Task goal
All of the entries below are to be copied word for word.

** Opening Information given block **

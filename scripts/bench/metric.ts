// The bench's output format: one JSON object per line, {"metric","value","unit"}.
export interface Metric {
  metric: string;
  value: number;
  unit: string;
}

export function printMetric(m: Metric): void {
  process.stdout.write(`${JSON.stringify({ metric: m.metric, value: m.value, unit: m.unit })}\n`);
}

/** A section of the bench: its own setup and teardown; yields metrics as it measures them. */
export interface BenchSection {
  name: string;
  run(opts: { seconds: number; log: (line: string) => void }): AsyncIterable<Metric>;
}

** Closing Information given block **

Solution for this task
filename scripts/bench/metric.ts
// The bench's output format: one JSON object per line, {"metric","value","unit"}.
export interface Metric {
  metric: string;
  value: number;
  unit: string;
}

export function printMetric(m: Metric): void {
  process.stdout.write(`${JSON.stringify({ metric: m.metric, value: m.value, unit: m.unit })}\n`);
}

/** A section of the bench: its own setup and teardown; yields metrics as it measures them. */
export interface BenchSection {
  name: string;
  run(opts: { seconds: number; log: (line: string) => void }): AsyncIterable<Metric>;
}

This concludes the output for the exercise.